/---
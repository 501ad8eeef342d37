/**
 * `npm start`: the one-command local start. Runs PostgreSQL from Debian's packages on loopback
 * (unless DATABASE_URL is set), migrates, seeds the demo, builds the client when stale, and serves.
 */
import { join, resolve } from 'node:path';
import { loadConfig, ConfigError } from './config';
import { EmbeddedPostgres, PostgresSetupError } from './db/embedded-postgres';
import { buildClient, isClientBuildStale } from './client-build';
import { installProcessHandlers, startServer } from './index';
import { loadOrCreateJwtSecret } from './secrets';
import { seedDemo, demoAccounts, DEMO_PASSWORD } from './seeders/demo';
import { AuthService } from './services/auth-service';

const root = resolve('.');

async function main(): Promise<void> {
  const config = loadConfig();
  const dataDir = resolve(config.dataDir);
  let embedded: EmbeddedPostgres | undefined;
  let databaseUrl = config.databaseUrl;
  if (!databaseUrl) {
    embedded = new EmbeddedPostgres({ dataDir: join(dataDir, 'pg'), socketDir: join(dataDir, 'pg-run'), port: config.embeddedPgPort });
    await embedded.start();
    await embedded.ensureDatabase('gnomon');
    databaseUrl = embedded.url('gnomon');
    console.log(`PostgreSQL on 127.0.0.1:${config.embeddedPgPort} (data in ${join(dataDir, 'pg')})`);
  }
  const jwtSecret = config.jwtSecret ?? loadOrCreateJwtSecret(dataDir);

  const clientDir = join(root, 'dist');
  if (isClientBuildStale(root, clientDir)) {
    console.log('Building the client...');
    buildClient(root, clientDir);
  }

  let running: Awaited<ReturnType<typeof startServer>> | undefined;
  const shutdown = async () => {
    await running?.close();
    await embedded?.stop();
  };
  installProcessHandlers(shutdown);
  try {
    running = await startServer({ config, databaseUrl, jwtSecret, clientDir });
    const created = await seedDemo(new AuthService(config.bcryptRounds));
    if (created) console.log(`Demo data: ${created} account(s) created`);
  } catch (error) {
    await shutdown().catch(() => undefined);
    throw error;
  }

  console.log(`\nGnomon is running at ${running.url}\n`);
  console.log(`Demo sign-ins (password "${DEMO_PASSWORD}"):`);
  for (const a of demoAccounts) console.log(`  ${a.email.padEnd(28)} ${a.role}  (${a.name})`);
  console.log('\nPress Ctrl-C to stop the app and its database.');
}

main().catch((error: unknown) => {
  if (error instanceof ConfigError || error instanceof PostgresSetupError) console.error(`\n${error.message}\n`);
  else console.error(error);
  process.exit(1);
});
\---
Please copy every line in the entries where "catch" appears.

• [ANSWER FOR THIS EXERCISE]
  } catch (error) {
    await shutdown().catch(() => undefined);
main().catch((error: unknown) => {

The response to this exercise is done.